I felt bad, but realized then that sprayed lacquer finishes are the ones I like!


----------



## Richforever

The local HomeDepot switched from Minwax to Varathane. I was very impressed with the increase in quality and ease of use. I've learned that Minwax doesn't work in a lot of situations and has low bonding capability. I used to like water-based finishes, but now prefer oil-based ones. The wood seems to like them better.


----------



## wapakfred

I wouldn't judge waterborne finishes based on your experience with the Minwax. To me, Minwax is the Harbor Freight of finishes. Try one of the higher quality brands. Target Coatings, GF, maybe even the new Rustoleum Ultimate waterborne (may be the same as the Varathane product). Don't get seduced by the word polyurethane either. All waterbornes are predominantly an acrylic resin finish….some of the manufacturers have added a small amount of urethane resins so they can (IMHO) put that seemingly magic word on the label.


----------



## mojapitt

I switched to Varathane as well. Didn't like what I was getting from Minwax.


----------



## OggieOglethorpe

Try General Finishes waterbased products. They are simply outstanding!


----------



## nwbusa

My experience with Minwax products is that they generally suck (especially their Polyshades stains). Varathane, on the other hand, has given excellent results.


----------



## pintodeluxe

Fred, regarding your comment … "Minwax is the Harbor Freight of finishes"

I am still laughing.


----------



## BillWhite

I don't/won't use any MW products. By in large they are "crapithane". Yep! The HF comparison is accurate.
Stains:
Mud in a can.
Finishes:
Bleahhhhh!
Wanna know how I really feel?
Bill


----------



## a1Jim

As for most minwax products I agree they are the Hf of finishes ,I've used polycric for years with good results.
I also agree that General finishes makes good products. I have not bought any new finishing products in the last 6 months and I understand that many of the finishing projects have had to meet new VOC guide lines and have reformulated and are not what they use to be. 
I've been spraying finishes for 40+ years and all of the different types of finishes shoot differently, particuarly when you switch from oil base to waterborne products. Water borne top coats need to be recoated in the time period the instructions describes on the can,they do not flow or melt into the previous coat like oil base products do. Like most top coats it's important to stir you finishes throughly and remember to do so before recoating(many times 3 hours apart for WB)


----------



## SuperCubber

I've used both Minwax Polycrylic and GF water-based. While I prefer the GF, I don't hate the Polycrylic. It haas given me great results. I just finished spraying a chair with it and it looks and feels great. That being said, I generally stay away from most of the Minwax stains.


----------



## ChuckC

Polycrylic dries fast so you have to apply it in thin coats or it won't lay right. I've used the stuff in a can and rattle can spray. I prefer the spray. If you prefer a can be carful not to shake it or you will get a lot of air bubbles. Just stir it with a stick.


----------



## mrossk

Had very nice results with the Rustoleum, as well as with the General Finishes. Both much easier to use than the Miniwax, IMO


----------



## pmayer

I have had mixed results with MW PC. I tried General Finish as well and thought it was pretty good. I like Deft's water based product better than both of them. I think it lays down and flows out better, and I like the tone of it better than MW as well (although the tone of the General Finish product is pretty similar to deft)

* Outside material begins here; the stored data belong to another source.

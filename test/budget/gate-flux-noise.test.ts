/**
 * The quasi-static flux-noise average of a designed gate (src/budget/gate-flux-noise.ts) on the
 * Bowline-5 edge Q1-Q0 (mover Q1 at its sweet spot, partner Q0 tuned down to flux 0.29, where both
 * offsets matter), against:
 *  - an independent NumPy model (test/reference/quasi_static_gate.py: charge-basis transmons, fixed
 *    basis, fourth-order Magnus, its own dressed states, virtual-Z phases and Gauss-Hermite nodes)
 *    within 10 % (the acceptance; measured 0.04 % on the plan's Q0-Q1 gate);
 *  - a 9-node rule and a joint two-dimensional rule over both offsets (the per-transmon sum is
 *    exact for an error quadratic in the offsets; the cross term averages out) within 1 %;
 *  - the full propagation scheme (the average uses the in-block one) within 1 %, and the budget's
 *    in-block propagation with short ramp segments joined (FLUX_NOISE_PROPAGATION) within 1 %;
 *  - the second-order law: the excess grows as sigma^2 (within 2 % for sigma doubled).
 */
import { describe, expect, it } from 'vitest';
import { designCzGate } from '../../src/gate/design.js';
import { gateFluxNoise, shiftTrajectory } from '../../src/budget/gate-flux-noise.js';
import { gaussHermiteRule } from '../../src/budget/gauss-hermite.js';
import { FLUX_NOISE_PROPAGATION } from '../../src/budget/waveform-budget.js';
import { buildManifoldFrame } from '../../src/sim/manifold-frame.js';
import { edgeSimModel } from '../../src/sim/pair-model.js';
import { simulateGate } from '../../src/sim/simulate-gate.js';
import { fidelityWithVirtualZ } from '../../src/sim/gate-metrics.js';
import { quasiStaticFluxSigma } from '../../src/transmon/coherence.js';
import { G_LAYOUT, Q0, Q1, layout } from '../gate/support.js';
import { runPython } from '../support/python.js';

const PARTNER_FLUX = 0.29;
const design = designCzGate({ mover: Q1, partner: Q0, gGHz: G_LAYOUT, moverParkFlux: 0, partnerFlux: PARTNER_FLUX, crossing: '11-20', rules: layout.rules, noise: true, decoherence: 'estimate' });
const traj = design.waveform;
const T = traj.timeNs[traj.timeNs.length - 1];
const frameOf = (delta: number) => {
  let lo = Infinity;
  let hi = -Infinity;
  for (const x of traj.flux) {
    lo = Math.min(lo, Q1.ejGHz(x));
    hi = Math.max(hi, Q1.ejGHz(x));
  }
  return buildManifoldFrame(edgeSimModel({ mover: Q1, partner: Q0, gGHz: G_LAYOUT, partnerFlux: PARTNER_FLUX + delta }), { ejLo: lo, ejHi: hi });
};
const frame = frameOf(0);
const nominal = simulateGate(frame, traj, { estimate: false });
const sigmaA = quasiStaticFluxSigma(Q1.coherenceSpec!.fluxNoisePhi0!, T);
const sigmaB = quasiStaticFluxSigma(Q0.coherenceSpec!.fluxNoisePhi0!, T);
const input = {
  frame, traj, targetPhase: Math.PI, virtualZ: nominal.virtualZ,
  labEnergies: [nominal.energies['00'], nominal.energies['01'], nominal.energies['10']] as const,
  moverSigma: sigmaA, partnerSigma: sigmaB, partnerFrame: frameOf, propagation: { scheme: 'in-block' as const },
};
const three = gateFluxNoise(input);

describe('gateFluxNoise on a designed Bowline-5 gate', () => {
  it('the design carries it in its budget, and both transmons contribute (the partner sits on its flux slope)', () => {
    expect(design.feasible).toBe(true);
    expect(design.budget).toBeDefined();
    expect(three.mover).toBeGreaterThan(1e-5);
    expect(three.partner).toBeGreaterThan(1e-5);
    expect(Math.abs(design.budget!.fluxNoise - three.total) / three.total).toBeLessThan(0.02);
  });

  it('an independent NumPy model averaged over the offsets gives the same excess within 10 % per transmon', () => {
    const ref = runPython<{ mover: number; partner: number; nominalError: number }>('quasi_static_gate.py', {
      mover: { ec: Q1.ecGHz, ejs: Q1.ejsGHz, d: Q1.asymmetry }, partner: { ec: Q0.ecGHz, ejs: Q0.ejsGHz, d: Q0.asymmetry },
      g: G_LAYOUT, partnerFlux: PARTNER_FLUX, time: Array.from(traj.timeNs), flux: Array.from(traj.flux), theta: Math.PI,
      sigmaMover: sigmaA, sigmaPartner: sigmaB, nodes: 3, dt: 0.03,
    }, { timeoutMs: 300_000 });
    expect(Math.abs(three.mover - ref.mover) / ref.mover, `mover: ours ${three.mover}, NumPy ${ref.mover}`).toBeLessThan(0.1);
    expect(Math.abs(three.partner - ref.partner) / ref.partner, `partner: ours ${three.partner}, NumPy ${ref.partner}`).toBeLessThan(0.1);
  }, 300_000);

  it('three nodes per transmon agree with nine, and with a joint 3 x 3 rule over both offsets, within 1 %', () => {
    const nine = gateFluxNoise({ ...input, nodes: 9 });
    expect(Math.abs(nine.total - three.total) / nine.total).toBeLessThan(0.01);
    const rule = gaussHermiteRule(3);
    let joint = 0;
    for (let i = 0; i < 3; i++) {
      for (let j = 0; j < 3; j++) {
        const f = frameOf(sigmaB * rule.nodes[j]);
        const m = simulateGate(f, shiftTrajectory(traj, sigmaA * rule.nodes[i]), { scheme: 'in-block', estimate: false, labEnergies: input.labEnergies }).m;
        joint += rule.weights[i] * rule.weights[j] * (1 - fidelityWithVirtualZ(m, input.virtualZ.a, input.virtualZ.b));
      }
    }
    joint -= three.nominalError;
    expect(Math.abs(joint - three.total) / joint).toBeLessThan(0.01);
  });

  it('the in-block propagation gives the full scheme\'s excess within 1 %', () => {
    const full = gateFluxNoise({ ...input, propagation: { scheme: 'blocks' } });
    expect(Math.abs(full.total - three.total) / full.total).toBeLessThan(0.01);
  });

  it('the budget\'s propagation (FLUX_NOISE_PROPAGATION: in-block, short ramp segments joined) gives the per-segment excess within 1 %', () => {
    expect(FLUX_NOISE_PROPAGATION.joinRamps).toBe(true);
    const joined = gateFluxNoise({ ...input, propagation: FLUX_NOISE_PROPAGATION });
    expect(Math.abs(joined.mover - three.mover) / three.mover).toBeLessThan(0.01);
    expect(Math.abs(joined.partner - three.partner) / three.partner).toBeLessThan(0.01);
  });

  it('grows as sigma^2 (second order in the offsets) within 2 %', () => {
    const twice = gateFluxNoise({ ...input, moverSigma: 2 * sigmaA, partnerSigma: 2 * sigmaB });
    expect(Math.abs(twice.total / three.total - 4) / 4).toBeLessThan(0.02);
  });
});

In the summer when I don't mind leaving the windows open for a few days I use Minwax oil based wipe on which I like the look of better than any water based product.


----------



## Tennessee

I'll stick my neck out and admit that I've used Minwax stains for decades. Their Natural is a wonderful grain enhancer. As far as their lacquer and polyurethanes, no thanks…I think I still have one quart of their brushing lacquer, (seems like an oxymoron statement on larger surfaces), unopened for years now.
I've been a Deft lacquer fan for years, was sorry to see that Lowes stopped carrying it. Varathane is excellent. For heavy finishes, I sprayed Mccloskey's Gymseal a few times. Gone now, the replacement is called Man-O-War. Have not tried that.
I've tried a couple of the above mentioned water-based finishes. To this old goat, they are just too much of an adjustment for me. Too much wood fuzz. I'm like Willie - spray on one coat of good lacquer, go back a little later and put on one more coat that blends beautifully into the first, done…


----------



## LeeBarker

It is a mistake to take solvent based habits, tools and procedures into the waterborne field. You have to recast your thinking, get a good, purpose-built brush and practice while paying attention not to the work, but to how the material responds to what your hands are doing.

Perhaps this will make my point clearer: Consider an operation that you do on the tablesaw, one which can also be done on a radial arm saw, which you've never used. Switching from the former to the latter, and expecting excellent results, you would likely do some research, try some things out, experiment a little before subjecting your current project to potential substandard results.

Now to climb down out of this pulpit…. : )

Kindly,

Lee


----------



## quvia

I'm a little different an like the minwax even it it is the hf of finishes. I do big projects (beds etc. ) and get good results. i use a satin finish and sand with very fine b-4 recoating. Works for me but you can see the level of my woodworking skills.


----------



## lumberjoe

I tried polycrylic last week for the same reasons. It's not terrible, I just didn't like how it looks. As advertised, it imparted no more color to the wood than water does, however it left it looking really flat. I tried it on curly maple and didn't like the results. This is not to speak poorly of the product - a waterborne finish did not give the the results I was looking for.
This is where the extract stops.